AfricaTerrorism

53 Members of Burkina Security Forces Killed in Suspected Jihadist Attack: Army

Fifty-three members of the security forces have been killed in an attack by suspected jihadists in northern Burkina Faso, the army said on Tuesday.

Seventeen soldiers and 36 civilian volunteers for the army died on Monday while repelling an “attack,” the army general staff said in a statement.

The unit had been deployed in the town of Koumbri in Yatenga province to help the resettlement of residents forced out of the area by jihadists more than two years ago, it said.

About 30 members of the security forces were injured, the army added.

It said that several attackers had been “neutralised” in a counter-operation and their combat equipment destroyed.

Operations are still underway in the area, it said.

Burkina Faso saw two military coups last year, triggered — as in neighboring Mali and Niger — by anger at failures to stem a jihadist insurgency that has claimed thousands of lives.

Regional group the Economic Community of West African States (ECOWAS) condemned the attack.

In a statement the West African bloc said it had learned “with shock” about the death of the soldiers and civilian volunteers, condemning the “terrorist attacks” expressing its “solidarity with the Burkinabe people.”

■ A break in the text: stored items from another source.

/* Compare label j's points with label 0's over the base set. */
static void compare_runs(work *wk, const size_t *sorted, const size_t *grp, size_t n,
                         const int *label, int n_labels, char **names, const line_fit *base)
{
    arrank_diagnosis *d = wk->d;
    if (n_labels < 2)
        return;
    d->runs = calloc((size_t)n_labels - 1, sizeof *d->runs);
    size_t n_groups = n ? grp[n - 1] + 1 : 0;
    double *acc = calloc(4 * (n_groups ? n_groups : 1), sizeof *acc);
    double *dif = malloc((n_groups ? n_groups : 1) * sizeof *dif);
    size_t *sel = malloc((n ? n : 1) * sizeof *sel);
    if (!d->runs || !acc || !dif || !sel) {
        wk->nomem = 1;
        goto done;
    }
    for (int j = 1; j < n_labels; j++) {
        arrank_run_shift *rs = &d->runs[d->n_runs++];
        rs->label_ref = arrank_strdup(names[0]);
        rs->label = arrank_strdup(names[j]);
        if (!rs->label_ref || !rs->label)
            wk->nomem = 1;
        rs->shift_ln = rs->shift_ln_se = rs->t = rs->p = rs->dof = rs->change = NAN;
        /* sums per group: n0, y0 - b1 x0, n1, y1 - b1 x1 */
        memset(acc, 0, 4 * n_groups * sizeof *acc);
        for (size_t k = 0; k < n; k++) {
            size_t i = sorted[k];
            double adj = wk->y[i] - base->b1_K * wk->x[i];
            if (label[i] == 0) {
                acc[4 * grp[k]] += 1;
                acc[4 * grp[k] + 1] += adj;
            } else if (label[i] == j) {
                acc[4 * grp[k] + 2] += 1;
                acc[4 * grp[k] + 3] += adj;
            }
        }
        size_t np = 0;
        for (size_t g = 0; g < n_groups; g++)
            if (acc[4 * g] > 0 && acc[4 * g + 2] > 0)
                dif[np++] = acc[4 * g + 3] / acc[4 * g + 2] - acc[4 * g + 1] / acc[4 * g];
        if (np >= 1) {
            /* paired differences at the same set points, corrected to a common
               temperature with the fitted slope: robust to a bent plot */
            rs->method = "paired";
            rs->n_pairs = np;
            double m = 0;
            for (size_t k = 0; k < np; k++)
                m += dif[k];
            m /= (double)np;
            rs->shift_ln = m;
            if (np >= 3) {
                double v = 0;
                for (size_t k = 0; k < np; k++)
                    v += (dif[k] - m) * (dif[k] - m);
                rs->shift_ln_se = sqrt(v / ((double)np - 1.0) / (double)np);
                rs->dof = (double)np - 1.0;
            }
        }
        if (np < 3) {
            /* too few common set points for their own spread: compare the
               run's points with the line through the reference run, whose
               scatter and prediction variance give the standard error */
            rs->method = "reference line";
            size_t m0 = 0, m1 = 0;
            double sx = 0;
            for (size_t k = 0; k < n; k++) {
                size_t i = sorted[k];
                if (label[i] == 0)
                    sel[m0++] = i;
            }
            line_fit lr;
            rs->shift_ln = NAN;
            if (m0 >= 3 && fit_line(wk, sel, m0, &lr) == 0) {
                double sd = 0;
                for (size_t k = 0; k < n; k++) {
                    size_t i = sorted[k];
                    if (label[i] != j)
                        continue;
                    sd += wk->y[i] - line_at(&lr, wk->x[i]);
                    sx += wk->x[i];
                    m1++;
                }
                if (m1 > 0) {
                    double u = (sx / (double)m1 - lr.sc.xm) / lr.sc.sx;
                    double var = lr.cov[0] + 2 * u * lr.cov[1] + u * u * lr.cov[3];
                    double wmean = 0;
                    for (size_t k = 0; k < m0; k++)
                        wmean += wk->w[sel[k]];
                    wmean /= (double)m0;
                    /* unit weight of a point relative to the reference run's mean weight */
                    rs->shift_ln = sd / (double)m1;
                    rs->shift_ln_se = sqrt(var + lr.s2 / (wmean * (double)m1));
                    rs->dof = lr.dof;
                    rs->n_pairs = m1;
                }
            }
        }
        if (isfinite(rs->shift_ln) && rs->dof > 0) {
            rs->t = rs->shift_ln_se > 0 ? rs->shift_ln / rs->shift_ln_se
                                        : (rs->shift_ln < 0 ? -INFINITY : INFINITY);
            rs->p = arrank_stats_t_p(rs->t, rs->dof);
            rs->change = expm1(rs->shift_ln);
            if (rs->p < RUN_LEVEL && fabs(rs->change) >= RUN_MIN_CHANGE)
                rs->verdict = rs->shift_ln < 0 ? -1 : 1;
        }
    }
done:
    free(acc);
    free(dif);
    free(sel);
}
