/*
 * test_plot.c - the figure script (plot.c) without running gnuplot: the
 * quoting of user text, the palette, one colour per sample across figures,
 * and data blocks that hold numbers only.  Running gnuplot on hostile names
 * is tests/check_plot.sh.
 *
 * Expected quoted strings follow the rule in plot.c (double-quoted, \ and "
 * escaped, each backquote written as \140, control characters removed);
 * they were written by hand from that rule, not produced by the code under
 * test.
 */
#include <setjmp.h>
#include <stdarg.h>
#include <stddef.h>
#include <stdint.h>
#include <cmocka.h>

#include <gsl/gsl_cdf.h>
#include <gsl/gsl_errno.h>
#include <gsl/gsl_multifit.h>
#include <math.h>
#include <stdio.h>
#include <stdlib.h>
#include <string.h>

#include "arrank/analysis.h"
#include "arrank/diagnose.h"
#include "arrank/plot.h"
#include "arrank/analysis_stats.h"
#include "helpers.h"

/* ---- quoting ------------------------------------------------------------ */

static const struct {
    const char *id;
    const char *in;
    const char *want;
} quote_cases[] = {
    {"plain with underscore", "Pt_1", "(\"Pt_1\")"},
    {"apostrophe needs nothing in double quotes", "it's", "(\"it's\")"},
    {"only a quote", "'", "(\"'\")"},
    {"leading doubled quote", "''x", "(\"''x\")"},
    {"backquotes written as the escape \\140, never bare", "a`touch x`b",
     "(\"a\\140touch x\\140b\")"},
    {"double quotes escaped", "s system(\"touch M\")", "(\"s system(\\\"touch M\\\")\")"},
    {"bang command", "'; !touch x; '", "(\"'; !touch x; '\")"},
    {"C0 controls and DEL removed", "a\nb\tc\rd\x7f" "e", "(\"abcde\")"},
    {"C1 control (U+0085) removed", "x\xC2\x85y", "(\"xy\")"},
    {"valid UTF-8 kept", "250 \xC2\xB0" "C \xC2\xB5mol", "(\"250 \xC2\xB0" "C \xC2\xB5mol\")"},
    {"stray byte becomes U+FFFD", "a\xFF" "b", "(\"a\xEF\xBF\xBD" "b\")"},
    {"overlong encoding rejected byte by byte", "\xE0\x80\x80",
     "(\"\xEF\xBF\xBD\xEF\xBF\xBD\xEF\xBF\xBD\")"},
    {"surrogate rejected", "\xED\xA0\x80", "(\"\xEF\xBF\xBD\xEF\xBF\xBD\xEF\xBF\xBD\")"},
    {"backslash escaped", "back\\slash\\", "(\"back\\\\slash\\\\\")"},
    {"empty", "", "(\"\")"},
    {"data block terminator as a name", "EOD", "(\"EOD\")"},
    {"macro and variable signs stay (no expansion inside a string)", "@foo $x", "(\"@foo $x\")"},
    {"percent kept outside tic labels", "5% %s%n", "(\"5% %s%n\")"},
    {"enhanced-text signs kept (terminals are noenhanced)", "a^2_b &{c}", "(\"a^2_b &{c}\")"},
};

static void test_quote_table(void **state)
{
    (void)state;
    for (size_t k = 0; k < sizeof quote_cases / sizeof *quote_cases; k++) {
        char *q = arrank_plot_quote(quote_cases[k].in);
        assert_non_null(q);
        if (strcmp(q, quote_cases[k].want) != 0) {
            print_error("case '%s': got %s want %s\n", quote_cases[k].id, q, quote_cases[k].want);
            free(q);
            fail();
        }
        free(q);
    }
    char *q = arrank_plot_quote(NULL);
    assert_string_equal(q, "(\"\")");
    free(q);
}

Burkina Faso was suspended from ECOWAS after the military seized power.

Millions Displaced

Since 2015, more than 16,000 civilians, troops, and police have died in jihadist attacks in Burkina Faso, according to a count by an NGO monitor called the Armed Conflict Location & Event Data Project (ACLED).

More than 5,000 have died since the start of this year.

More than two million people have also been displaced within Burkina Faso, making it one of the worst internal displacement crises in Africa.

On June 26, three attacks killed 31 soldiers and 40 auxiliaries in Centre-North province.

In August, two attacks in Centre-East province killed five police and around 20 others.

The authorities, for their part, say more than 65 jihadists were “neutralised” between August 7 and September 1.

The country’s strongman is Captain Ibrahim Traore, who took power in September 2022 at the age of just 34, making him the world’s youngest leader outside of royalty.

He has promised a return to democracy with presidential elections by July 2024.

Relations between the junta and France broke down after the takeover, prompting French forces that had been helping the under-equipped Burkinabe army to quit the country in January.

Traore last week held talks with a Russian delegation on development and military cooperation.

On Monday, his foreign minister, Olivia Rouamba, held talks in Tehran with President Ebrahim Raissi in which she said she hoped for “stronger bilateral cooperation” with Iran.

Many of the casualties among the security sources are Volunteers for the Defence of the Fatherland (VDP) — civilians who are given two weeks’ military training and work alongside the army, typically carrying out surveillance, information-gathering, or escort duties.